Problem
Among the entries that follow, find every line with the word "exit" and copy it.

Start of Source material

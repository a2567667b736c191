import { spawn } from "node:child_process";
import { readdirSync } from "node:fs";
import { join } from "node:path";
import { describe, expect, it } from "vitest";
import { tempDir } from "../helpers.js";

// The built CLI is run as a child and sent a signal while it writes: it must exit 128 + signal number
// (common practice, as a shell reports it) and leave neither a temporary file nor a half output.
const bin = join(process.cwd(), "bin/psdgate.js");
const kb = join(process.cwd(), "samples/profiles/kb210-controller.json");

function interrupt(args: string[], cwd: string, signal: NodeJS.Signals, when: () => boolean): Promise<number | null> {
  return new Promise((resolve, reject) => {
    const p = spawn(process.execPath, [bin, ...args], { cwd, stdio: "ignore" });
    let tries = 0;
    const poll = setInterval(() => {
      // Bounded: about 20 s at most.
      if (++tries > 2000) {
        clearInterval(poll);
        p.kill("SIGKILL");
        reject(new Error("the temporary file never appeared"));
      } else if (when()) {
        clearInterval(poll);
        p.kill(signal);
      }
    }, 10);
    p.on("exit", (code) => {
      clearInterval(poll);
      resolve(code);
    });
  });
}

describe("signals during a write (built CLI)", () => {
  for (const [signal, code] of [
    ["SIGTERM", 143],
    ["SIGINT", 130],
  ] as const) {
    it(`synth interrupted by ${signal} while its output is a temporary file: exit ${code}, no .tmp, no output`, async () => {
      const dir = tempDir();
      const tmp = () => readdirSync(dir).some((f) => f.endsWith(".tmp"));
      const exit = await interrupt(
        ["synth", "--profile", kb, "--duration", "3000", "--rate", "5120", "--channels", "4", "--out", "long.wav"],
        dir,
        signal,
        tmp,
      );
      expect(exit).toBe(code);
      expect(readdirSync(dir)).toEqual([]);
    }, 30_000);
  }
});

End of Source material

Task solution
// The built CLI is run as a child and sent a signal while it writes: it must exit 128 + signal number
    p.on("exit", (code) => {
    it(`synth interrupted by ${signal} while its output is a temporary file: exit ${code}, no .tmp, no output`, async () => {
      const exit = await interrupt(
      expect(exit).toBe(code);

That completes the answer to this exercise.